BEGIN

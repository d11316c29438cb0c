"""Rows of the table of jobs read into the types of `job`."""

import json
from typing import Any

from sqlalchemy import Row, null

from service.jobs.job import Job, Task
from service.jobs.lifecycle import State
from service.jobs.tables import jobs

_HEAD = tuple(
    jobs.c[name]
    for name in (
        "id",
        "process",
        "response",
        "outputs",
        "digest",
        "state",
        "attempt",
        "progress",
        "message",
        "failure",
        "computed_by",
        "created",
        "started",
        "finished",
        "updated",
        "expires",
    )
)
STATUS = (*_HEAD, jobs.c.partial)
"""Columns of a `Job`."""

SUMMARY = (*_HEAD, null().label("partial"))
"""Columns of a `Job` for a list, its partial result left where it is."""

TASK = tuple(
    jobs.c[name]
    for name in ("id", "owner", "attempt", "process", "inputs", "digest", "progress", "message", "partial")
)
"""Columns of a `Task`."""


def job_from(row: Row[Any]) -> Job:
    """A row of ``STATUS`` or ``SUMMARY``."""
    values = dict(row._mapping)
    values["state"] = State(values["state"])
    values["outputs"] = tuple(json.loads(values["outputs"]))
    values["partial"] = _decoded(values["partial"])
    values["failure"] = _decoded(values["failure"])
    return Job(**values)


def task_from(row: Row[Any]) -> Task:
    """A row of ``TASK``."""
    values = dict(row._mapping)
    values["inputs"] = json.loads(values["inputs"])
    values["partial"] = _decoded(values["partial"])
    return Task(**values)


def _decoded(text: str | None) -> Any:
    return None if text is None else json.loads(text)
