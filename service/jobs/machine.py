"""What this machine grants the service: cores and memory, container quotas included."""

import math
import os
from collections.abc import Iterator
from pathlib import Path

_CGROUP = Path("/sys/fs/cgroup")


def cores() -> int:
    """Number of cores this process may use, at least 1: affinity mask and cgroup quotas, the smallest."""
    allowed = len(os.sched_getaffinity(0)) if hasattr(os, "sched_getaffinity") else os.cpu_count() or 1
    return max(1, math.floor(min([float(allowed), *_cpu_quotas()])))


def memory() -> int:
    """Bytes of memory this process may use: physical memory or cgroup limits, the smallest."""
    physical = os.sysconf("SC_PAGE_SIZE") * os.sysconf("SC_PHYS_PAGES")
    return min([physical, *_memory_limits()])


def _cpu_quotas() -> Iterator[float]:
    for folder in _groups():
        quota, _, period = _read(folder / "cpu.max").partition(" ")
        if quota.isdigit() and period.isdigit():
            yield int(quota) / int(period)
    quota, period = (_read(_CGROUP / "cpu" / f"cpu.cfs_{name}_us") for name in ("quota", "period"))
    if quota.isdigit() and period.isdigit():
        yield int(quota) / int(period)


def _memory_limits() -> Iterator[int]:
    files = [folder / "memory.max" for folder in _groups()]
    for file in [*files, _CGROUP / "memory" / "memory.limit_in_bytes"]:
        if (text := _read(file)).isdigit():
            yield int(text)


def _groups() -> Iterator[Path]:
    """This process's control group (version 2) and those that contain it."""
    for line in _read(Path("/proc/self/cgroup")).splitlines():
        if line.startswith("0::"):
            group = _CGROUP / line[3:].lstrip("/")
            yield group
            yield from (folder for folder in group.parents if folder.is_relative_to(_CGROUP))


def _read(path: Path) -> str:
    try:
        return path.read_text(encoding="ascii").strip()
    except (OSError, UnicodeDecodeError):
        return ""
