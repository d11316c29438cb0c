"""Says in a result where it came from: computed for this job, or taken from an earlier one."""

from service.jobs.job import Job
from service.processes.base import JSON


def stated(result: JSON, job: Job) -> JSON:
    """``result`` as the answer to ``job``, its ``provenance`` completed."""
    origin = {
        "problem_digest": job.digest,
        "cached": job.computed_by is not None,
        "computed_by": job.computed_by or job.id,
    }
    return {**result, "provenance": {**result.get("provenance", {}), **origin}}
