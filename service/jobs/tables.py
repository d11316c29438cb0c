"""The one table of jobs, and the connection to the database that holds it."""

from pathlib import Path
from typing import Any

from sqlalchemy import (
    Column,
    Double,
    Engine,
    Index,
    Integer,
    MetaData,
    String,
    Table,
    Text,
    create_engine,
    event,
    make_url,
)
from sqlalchemy.exc import IntegrityError, ProgrammingError
from sqlalchemy.schema import CreateIndex, CreateTable

metadata = MetaData()

# JSON is kept as canonical text: it is compared, copied and served more often than it is read.
jobs = Table(
    "jobs",
    metadata,
    Column("id", String(36), primary_key=True),
    Column("process", String(64), nullable=False),
    Column("inputs", Text, nullable=False),
    Column("response", String(8), nullable=False),
    Column("outputs", Text, nullable=False),
    Column("digest", String(80), nullable=False),
    Column("state", String(16), nullable=False),
    Column("attempt", Integer, nullable=False, default=0),
    Column("owner", String(255)),
    Column("lease", Double),
    Column("progress", Integer, nullable=False, default=0),
    Column("message", Text, nullable=False),
    Column("partial", Text),
    Column("result", Text),
    Column("reusable", Integer, nullable=False, default=0),
    Column("failure", Text),
    Column("computed_by", String(36)),
    Column("created", Double, nullable=False),
    Column("started", Double),
    Column("finished", Double),
    Column("updated", Double, nullable=False),
    Column("expires", Double),
)
INDEXES = (
    Index("jobs_by_state", jobs.c.state, jobs.c.created),
    Index("jobs_by_digest", jobs.c.digest),
    Index("jobs_by_age", jobs.c.created, jobs.c.id),
    Index("jobs_by_expiry", jobs.c.expires),
)


def connect(url: str) -> Engine:
    """Open the database, and make the table where it is missing.

    Raises ``sqlalchemy.exc.SQLAlchemyError`` when the URL or the database cannot be used, OSError when
    the folder of a SQLite file cannot be made, ImportError when the driver is not installed.
    """
    stated = make_url(url)
    if stated.get_backend_name() == "sqlite":
        if stated.database:
            Path(stated.database).parent.mkdir(parents=True, exist_ok=True, mode=0o700)
        engine = create_engine(url, connect_args={"timeout": 15.0})
        event.listen(engine, "connect", _prepare_sqlite)
    else:
        engine = create_engine(url, pool_pre_ping=True)
    _make(engine, CreateTable(jobs, if_not_exists=True))
    for index in INDEXES:
        _make(engine, CreateIndex(index, if_not_exists=True))
    return engine


def _make(engine: Engine, element: CreateTable | CreateIndex) -> None:
    for last in (False, False, True):
        try:
            with engine.begin() as connection:
                connection.execute(element)
            return
        except (IntegrityError, ProgrammingError):
            # Services that start together: IF NOT EXISTS does not see what another is just making.
            if last:
                raise


def _prepare_sqlite(connection: Any, _record: Any) -> None:
    cursor = connection.cursor()
    # WAL with NORMAL survives kill -9 of the service without a disk flush per job.
    cursor.execute("PRAGMA journal_mode=WAL")
    cursor.execute("PRAGMA synchronous=NORMAL")
    cursor.close()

END

EXERCISE REQUIREMENTS: Word for word, write out each of the records shown above.

THE COMPLETED TASK:
repository d11316c29438cb0c
"""Rows of the table of jobs read into the types of `job`."""

import json
from typing import Any

from sqlalchemy import Row, null

from service.jobs.job import Job, Task
from service.jobs.lifecycle import State
from service.jobs.tables import jobs

_HEAD = tuple(
    jobs.c[name]
    for name in (
        "id",
        "process",
        "response",
        "outputs",
        "digest",
        "state",
        "attempt",
        "progress",
        "message",
        "failure",
        "computed_by",
        "created",
        "started",
        "finished",
        "updated",
        "expires",
    )
)
STATUS = (*_HEAD, jobs.c.partial)
"""Columns of a `Job`."""

SUMMARY = (*_HEAD, null().label("partial"))
"""Columns of a `Job` for a list, its partial result left where it is."""

TASK = tuple(
    jobs.c[name]
    for name in ("id", "owner", "attempt", "process", "inputs", "digest", "progress", "message", "partial")
)
"""Columns of a `Task`."""


def job_from(row: Row[Any]) -> Job:
    """A row of ``STATUS`` or ``SUMMARY``."""
    values = dict(row._mapping)
    values["state"] = State(values["state"])
    values["outputs"] = tuple(json.loads(values["outputs"]))
    values["partial"] = _decoded(values["partial"])
    values["failure"] = _decoded(values["failure"])
    return Job(**values)


def task_from(row: Row[Any]) -> Task:
    """A row of ``TASK``."""
    values = dict(row._mapping)
    values["inputs"] = json.loads(values["inputs"])
    values["partial"] = _decoded(values["partial"])
    return Task(**values)


def _decoded(text: str | None) -> Any:
    return None if text is None else json.loads(text)
filename service/jobs/machine.py
"""What this machine grants the service: cores and memory, container quotas included."""

import math
import os
from collections.abc import Iterator
from pathlib import Path

_CGROUP = Path("/sys/fs/cgroup")


def cores() -> int:
    """Number of cores this process may use, at least 1: affinity mask and cgroup quotas, the smallest."""
    allowed = len(os.sched_getaffinity(0)) if hasattr(os, "sched_getaffinity") else os.cpu_count() or 1
    return max(1, math.floor(min([float(allowed), *_cpu_quotas()])))


def memory() -> int:
    """Bytes of memory this process may use: physical memory or cgroup limits, the smallest."""
    physical = os.sysconf("SC_PAGE_SIZE") * os.sysconf("SC_PHYS_PAGES")
    return min([physical, *_memory_limits()])


def _cpu_quotas() -> Iterator[float]:
    for folder in _groups():
        quota, _, period = _read(folder / "cpu.max").partition(" ")
        if quota.isdigit() and period.isdigit():
            yield int(quota) / int(period)
    quota, period = (_read(_CGROUP / "cpu" / f"cpu.cfs_{name}_us") for name in ("quota", "period"))
    if quota.isdigit() and period.isdigit():
        yield int(quota) / int(period)


def _memory_limits() -> Iterator[int]:
    files = [folder / "memory.max" for folder in _groups()]
    for file in [*files, _CGROUP / "memory" / "memory.limit_in_bytes"]:
        if (text := _read(file)).isdigit():
            yield int(text)


def _groups() -> Iterator[Path]:
    """This process's control group (version 2) and those that contain it."""
    for line in _read(Path("/proc/self/cgroup")).splitlines():
        if line.startswith("0::"):
            group = _CGROUP / line[3:].lstrip("/")
            yield group
            yield from (folder for folder in group.parents if folder.is_relative_to(_CGROUP))


def _read(path: Path) -> str:
    try:
        return path.read_text(encoding="ascii").strip()
    except (OSError, UnicodeDecodeError):
        return ""
repository d11316c29438cb0c
"""Says in a result where it came from: computed for this job, or taken from an earlier one."""

from service.jobs.job import Job
from service.processes.base import JSON


def stated(result: JSON, job: Job) -> JSON:
    """``result`` as the answer to ``job``, its ``provenance`` completed."""
    origin = {
        "problem_digest": job.digest,
        "cached": job.computed_by is not None,
        "computed_by": job.computed_by or job.id,
    }
    return {**result, "provenance": {**result.get("provenance", {}), **origin}}
filename service/jobs/tables.py
repository d11316c29438cb0c
"""The one table of jobs, and the connection to the database that holds it."""

from pathlib import Path
from typing import Any

from sqlalchemy import (
    Column,
    Double,
    Engine,
    Index,
    Integer,
    MetaData,
    String,
    Table,
    Text,
    create_engine,
    event,
    make_url,
)
from sqlalchemy.exc import IntegrityError, ProgrammingError
from sqlalchemy.schema import CreateIndex, CreateTable

metadata = MetaData()

# JSON is kept as canonical text: it is compared, copied and served more often than it is read.
jobs = Table(
    "jobs",
    metadata,
    Column("id", String(36), primary_key=True),
    Column("process", String(64), nullable=False),
    Column("inputs", Text, nullable=False),
    Column("response", String(8), nullable=False),
    Column("outputs", Text, nullable=False),
    Column("digest", String(80), nullable=False),
    Column("state", String(16), nullable=False),
    Column("attempt", Integer, nullable=False, default=0),
    Column("owner", String(255)),
    Column("lease", Double),
    Column("progress", Integer, nullable=False, default=0),
    Column("message", Text, nullable=False),
    Column("partial", Text),
    Column("result", Text),
    Column("reusable", Integer, nullable=False, default=0),
    Column("failure", Text),
    Column("computed_by", String(36)),
    Column("created", Double, nullable=False),
    Column("started", Double),
    Column("finished", Double),
    Column("updated", Double, nullable=False),
    Column("expires", Double),
)
INDEXES = (
    Index("jobs_by_state", jobs.c.state, jobs.c.created),
    Index("jobs_by_digest", jobs.c.digest),
    Index("jobs_by_age", jobs.c.created, jobs.c.id),
    Index("jobs_by_expiry", jobs.c.expires),
)


def connect(url: str) -> Engine:
    """Open the database, and make the table where it is missing.

    Raises ``sqlalchemy.exc.SQLAlchemyError`` when the URL or the database cannot be used, OSError when
    the folder of a SQLite file cannot be made, ImportError when the driver is not installed.
    """
    stated = make_url(url)
    if stated.get_backend_name() == "sqlite":
        if stated.database:
            Path(stated.database).parent.mkdir(parents=True, exist_ok=True, mode=0o700)
        engine = create_engine(url, connect_args={"timeout": 15.0})
        event.listen(engine, "connect", _prepare_sqlite)
    else:
        engine = create_engine(url, pool_pre_ping=True)
    _make(engine, CreateTable(jobs, if_not_exists=True))
    for index in INDEXES:
        _make(engine, CreateIndex(index, if_not_exists=True))
    return engine


def _make(engine: Engine, element: CreateTable | CreateIndex) -> None:
    for last in (False, False, True):
        try:
            with engine.begin() as connection:
                connection.execute(element)
            return
        except (IntegrityError, ProgrammingError):
            # Services that start together: IF NOT EXISTS does not see what another is just making.
            if last:
                raise


def _prepare_sqlite(connection: Any, _record: Any) -> None:
    cursor = connection.cursor()
    # WAL with NORMAL survives kill -9 of the service without a disk flush per job.
    cursor.execute("PRAGMA journal_mode=WAL")
    cursor.execute("PRAGMA synchronous=NORMAL")
    cursor.close()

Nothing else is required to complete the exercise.